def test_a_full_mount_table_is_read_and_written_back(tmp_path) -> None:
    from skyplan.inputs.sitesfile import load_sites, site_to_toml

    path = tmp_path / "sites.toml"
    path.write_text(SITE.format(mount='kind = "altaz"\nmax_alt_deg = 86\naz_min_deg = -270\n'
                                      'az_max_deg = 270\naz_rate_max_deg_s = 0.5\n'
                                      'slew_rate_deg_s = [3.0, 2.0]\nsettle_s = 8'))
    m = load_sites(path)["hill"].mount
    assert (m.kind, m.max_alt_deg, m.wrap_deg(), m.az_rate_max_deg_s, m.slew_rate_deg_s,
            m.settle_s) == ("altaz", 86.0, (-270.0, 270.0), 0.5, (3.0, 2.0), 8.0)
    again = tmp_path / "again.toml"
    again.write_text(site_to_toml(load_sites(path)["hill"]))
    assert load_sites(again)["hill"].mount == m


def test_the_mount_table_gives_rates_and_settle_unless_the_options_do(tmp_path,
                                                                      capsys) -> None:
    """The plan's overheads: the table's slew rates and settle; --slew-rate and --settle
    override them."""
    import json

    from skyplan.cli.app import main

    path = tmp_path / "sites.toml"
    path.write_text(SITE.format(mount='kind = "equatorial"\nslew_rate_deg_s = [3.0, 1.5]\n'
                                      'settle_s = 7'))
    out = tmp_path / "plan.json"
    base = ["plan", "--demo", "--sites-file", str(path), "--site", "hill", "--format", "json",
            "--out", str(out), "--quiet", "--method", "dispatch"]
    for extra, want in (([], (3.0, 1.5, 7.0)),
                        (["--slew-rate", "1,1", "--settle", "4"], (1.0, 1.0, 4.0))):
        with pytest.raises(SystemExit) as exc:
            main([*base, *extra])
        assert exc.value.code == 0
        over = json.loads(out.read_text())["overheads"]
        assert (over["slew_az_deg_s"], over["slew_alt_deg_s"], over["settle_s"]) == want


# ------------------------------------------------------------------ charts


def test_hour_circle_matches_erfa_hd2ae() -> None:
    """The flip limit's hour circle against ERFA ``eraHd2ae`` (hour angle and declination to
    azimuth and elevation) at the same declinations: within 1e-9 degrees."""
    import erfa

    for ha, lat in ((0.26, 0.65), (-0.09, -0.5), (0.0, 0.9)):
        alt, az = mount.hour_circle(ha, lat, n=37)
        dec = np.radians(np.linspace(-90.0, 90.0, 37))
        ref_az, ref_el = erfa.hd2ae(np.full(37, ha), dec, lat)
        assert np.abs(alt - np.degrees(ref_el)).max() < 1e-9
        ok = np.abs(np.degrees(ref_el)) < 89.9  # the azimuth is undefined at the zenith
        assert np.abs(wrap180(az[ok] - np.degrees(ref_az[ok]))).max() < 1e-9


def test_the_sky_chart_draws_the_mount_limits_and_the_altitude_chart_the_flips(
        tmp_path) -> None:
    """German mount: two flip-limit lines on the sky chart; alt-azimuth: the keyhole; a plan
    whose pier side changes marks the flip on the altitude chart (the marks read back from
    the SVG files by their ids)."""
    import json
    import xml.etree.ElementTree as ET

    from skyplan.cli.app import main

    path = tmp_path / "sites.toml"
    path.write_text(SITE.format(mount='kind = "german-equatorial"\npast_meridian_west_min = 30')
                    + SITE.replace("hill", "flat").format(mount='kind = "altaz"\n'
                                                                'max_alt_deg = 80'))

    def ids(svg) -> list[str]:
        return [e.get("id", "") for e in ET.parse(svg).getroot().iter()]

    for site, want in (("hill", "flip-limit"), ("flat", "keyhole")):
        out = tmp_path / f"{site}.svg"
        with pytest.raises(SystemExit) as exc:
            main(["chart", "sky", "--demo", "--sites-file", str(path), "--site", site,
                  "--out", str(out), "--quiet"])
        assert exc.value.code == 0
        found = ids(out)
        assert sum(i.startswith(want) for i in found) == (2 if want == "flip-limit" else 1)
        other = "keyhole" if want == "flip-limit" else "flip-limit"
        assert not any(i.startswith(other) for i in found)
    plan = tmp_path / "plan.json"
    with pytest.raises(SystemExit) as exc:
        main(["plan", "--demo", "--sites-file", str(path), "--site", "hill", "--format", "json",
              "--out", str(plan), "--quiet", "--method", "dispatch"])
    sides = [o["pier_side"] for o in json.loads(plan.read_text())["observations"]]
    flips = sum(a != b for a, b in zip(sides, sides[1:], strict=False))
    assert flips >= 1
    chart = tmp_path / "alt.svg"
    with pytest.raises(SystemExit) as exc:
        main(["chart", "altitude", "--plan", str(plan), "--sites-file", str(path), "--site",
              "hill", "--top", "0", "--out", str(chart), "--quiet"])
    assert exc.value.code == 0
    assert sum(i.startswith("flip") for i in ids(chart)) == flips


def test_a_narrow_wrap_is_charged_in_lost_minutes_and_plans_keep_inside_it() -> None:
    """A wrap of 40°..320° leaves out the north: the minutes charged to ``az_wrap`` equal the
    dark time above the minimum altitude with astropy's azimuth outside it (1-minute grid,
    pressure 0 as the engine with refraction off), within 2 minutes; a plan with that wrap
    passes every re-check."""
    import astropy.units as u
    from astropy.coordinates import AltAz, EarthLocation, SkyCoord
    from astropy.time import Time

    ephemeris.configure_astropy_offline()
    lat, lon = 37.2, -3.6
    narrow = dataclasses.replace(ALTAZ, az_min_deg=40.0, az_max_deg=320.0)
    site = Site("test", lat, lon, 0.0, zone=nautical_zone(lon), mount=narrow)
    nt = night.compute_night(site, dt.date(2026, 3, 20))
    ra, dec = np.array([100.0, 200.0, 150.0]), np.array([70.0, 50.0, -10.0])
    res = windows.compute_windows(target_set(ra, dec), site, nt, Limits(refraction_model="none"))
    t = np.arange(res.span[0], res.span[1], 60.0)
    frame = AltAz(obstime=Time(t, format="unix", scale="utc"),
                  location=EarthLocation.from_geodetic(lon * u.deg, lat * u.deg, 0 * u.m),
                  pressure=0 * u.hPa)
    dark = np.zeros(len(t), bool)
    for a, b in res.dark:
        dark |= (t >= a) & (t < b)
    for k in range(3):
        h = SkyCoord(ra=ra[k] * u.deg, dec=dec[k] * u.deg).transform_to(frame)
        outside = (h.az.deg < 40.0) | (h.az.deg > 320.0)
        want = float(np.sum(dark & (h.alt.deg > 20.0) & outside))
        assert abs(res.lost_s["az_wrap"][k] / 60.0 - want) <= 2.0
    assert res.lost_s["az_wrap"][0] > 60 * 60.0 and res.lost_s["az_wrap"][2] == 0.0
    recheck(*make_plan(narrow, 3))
--------------------------------
Task instructions
Repeat everything in the listing above exactly.

Solution to this exercise
def test_a_full_mount_table_is_read_and_written_back(tmp_path) -> None:
    from skyplan.inputs.sitesfile import load_sites, site_to_toml

    path = tmp_path / "sites.toml"
    path.write_text(SITE.format(mount='kind = "altaz"\nmax_alt_deg = 86\naz_min_deg = -270\n'
                                      'az_max_deg = 270\naz_rate_max_deg_s = 0.5\n'
                                      'slew_rate_deg_s = [3.0, 2.0]\nsettle_s = 8'))
    m = load_sites(path)["hill"].mount
    assert (m.kind, m.max_alt_deg, m.wrap_deg(), m.az_rate_max_deg_s, m.slew_rate_deg_s,
            m.settle_s) == ("altaz", 86.0, (-270.0, 270.0), 0.5, (3.0, 2.0), 8.0)
    again = tmp_path / "again.toml"
    again.write_text(site_to_toml(load_sites(path)["hill"]))
    assert load_sites(again)["hill"].mount == m


def test_the_mount_table_gives_rates_and_settle_unless_the_options_do(tmp_path,
                                                                      capsys) -> None:
    """The plan's overheads: the table's slew rates and settle; --slew-rate and --settle
    override them."""
    import json

    from skyplan.cli.app import main

    path = tmp_path / "sites.toml"
    path.write_text(SITE.format(mount='kind = "equatorial"\nslew_rate_deg_s = [3.0, 1.5]\n'
                                      'settle_s = 7'))
    out = tmp_path / "plan.json"
    base = ["plan", "--demo", "--sites-file", str(path), "--site", "hill", "--format", "json",
            "--out", str(out), "--quiet", "--method", "dispatch"]
    for extra, want in (([], (3.0, 1.5, 7.0)),
                        (["--slew-rate", "1,1", "--settle", "4"], (1.0, 1.0, 4.0))):
        with pytest.raises(SystemExit) as exc:
            main([*base, *extra])
        assert exc.value.code == 0
        over = json.loads(out.read_text())["overheads"]
        assert (over["slew_az_deg_s"], over["slew_alt_deg_s"], over["settle_s"]) == want


# ------------------------------------------------------------------ charts


def test_hour_circle_matches_erfa_hd2ae() -> None:
    """The flip limit's hour circle against ERFA ``eraHd2ae`` (hour angle and declination to
    azimuth and elevation) at the same declinations: within 1e-9 degrees."""
    import erfa

    for ha, lat in ((0.26, 0.65), (-0.09, -0.5), (0.0, 0.9)):
        alt, az = mount.hour_circle(ha, lat, n=37)
        dec = np.radians(np.linspace(-90.0, 90.0, 37))
        ref_az, ref_el = erfa.hd2ae(np.full(37, ha), dec, lat)
        assert np.abs(alt - np.degrees(ref_el)).max() < 1e-9
        ok = np.abs(np.degrees(ref_el)) < 89.9  # the azimuth is undefined at the zenith
        assert np.abs(wrap180(az[ok] - np.degrees(ref_az[ok]))).max() < 1e-9


def test_the_sky_chart_draws_the_mount_limits_and_the_altitude_chart_the_flips(
        tmp_path) -> None:
    """German mount: two flip-limit lines on the sky chart; alt-azimuth: the keyhole; a plan
    whose pier side changes marks the flip on the altitude chart (the marks read back from
    the SVG files by their ids)."""
    import json
    import xml.etree.ElementTree as ET

    from skyplan.cli.app import main

    path = tmp_path / "sites.toml"
    path.write_text(SITE.format(mount='kind = "german-equatorial"\npast_meridian_west_min = 30')
                    + SITE.replace("hill", "flat").format(mount='kind = "altaz"\n'
                                                                'max_alt_deg = 80'))

    def ids(svg) -> list[str]:
        return [e.get("id", "") for e in ET.parse(svg).getroot().iter()]

    for site, want in (("hill", "flip-limit"), ("flat", "keyhole")):
        out = tmp_path / f"{site}.svg"
        with pytest.raises(SystemExit) as exc:
            main(["chart", "sky", "--demo", "--sites-file", str(path), "--site", site,
                  "--out", str(out), "--quiet"])
        assert exc.value.code == 0
        found = ids(out)
        assert sum(i.startswith(want) for i in found) == (2 if want == "flip-limit" else 1)
        other = "keyhole" if want == "flip-limit" else "flip-limit"
        assert not any(i.startswith(other) for i in found)
    plan = tmp_path / "plan.json"
    with pytest.raises(SystemExit) as exc:
        main(["plan", "--demo", "--sites-file", str(path), "--site", "hill", "--format", "json",
              "--out", str(plan), "--quiet", "--method", "dispatch"])
    sides = [o["pier_side"] for o in json.loads(plan.read_text())["observations"]]
    flips = sum(a != b for a, b in zip(sides, sides[1:], strict=False))
    assert flips >= 1
    chart = tmp_path / "alt.svg"
    with pytest.raises(SystemExit) as exc:
        main(["chart", "altitude", "--plan", str(plan), "--sites-file", str(path), "--site",
              "hill", "--top", "0", "--out", str(chart), "--quiet"])
    assert exc.value.code == 0
    assert sum(i.startswith("flip") for i in ids(chart)) == flips


def test_a_narrow_wrap_is_charged_in_lost_minutes_and_plans_keep_inside_it() -> None:
    """A wrap of 40°..320° leaves out the north: the minutes charged to ``az_wrap`` equal the
    dark time above the minimum altitude with astropy's azimuth outside it (1-minute grid,
    pressure 0 as the engine with refraction off), within 2 minutes; a plan with that wrap
    passes every re-check."""
    import astropy.units as u
    from astropy.coordinates import AltAz, EarthLocation, SkyCoord
    from astropy.time import Time

    ephemeris.configure_astropy_offline()
    lat, lon = 37.2, -3.6
    narrow = dataclasses.replace(ALTAZ, az_min_deg=40.0, az_max_deg=320.0)
    site = Site("test", lat, lon, 0.0, zone=nautical_zone(lon), mount=narrow)
    nt = night.compute_night(site, dt.date(2026, 3, 20))
    ra, dec = np.array([100.0, 200.0, 150.0]), np.array([70.0, 50.0, -10.0])
    res = windows.compute_windows(target_set(ra, dec), site, nt, Limits(refraction_model="none"))
    t = np.arange(res.span[0], res.span[1], 60.0)
    frame = AltAz(obstime=Time(t, format="unix", scale="utc"),
                  location=EarthLocation.from_geodetic(lon * u.deg, lat * u.deg, 0 * u.m),
                  pressure=0 * u.hPa)
    dark = np.zeros(len(t), bool)
    for a, b in res.dark:
        dark |= (t >= a) & (t < b)
    for k in range(3):
        h = SkyCoord(ra=ra[k] * u.deg, dec=dec[k] * u.deg).transform_to(frame)
        outside = (h.az.deg < 40.0) | (h.az.deg > 320.0)
        want = float(np.sum(dark & (h.alt.deg > 20.0) & outside))
        assert abs(res.lost_s["az_wrap"][k] / 60.0 - want) <= 2.0
    assert res.lost_s["az_wrap"][0] > 60 * 60.0 and res.lost_s["az_wrap"][2] == 0.0
    recheck(*make_plan(narrow, 3))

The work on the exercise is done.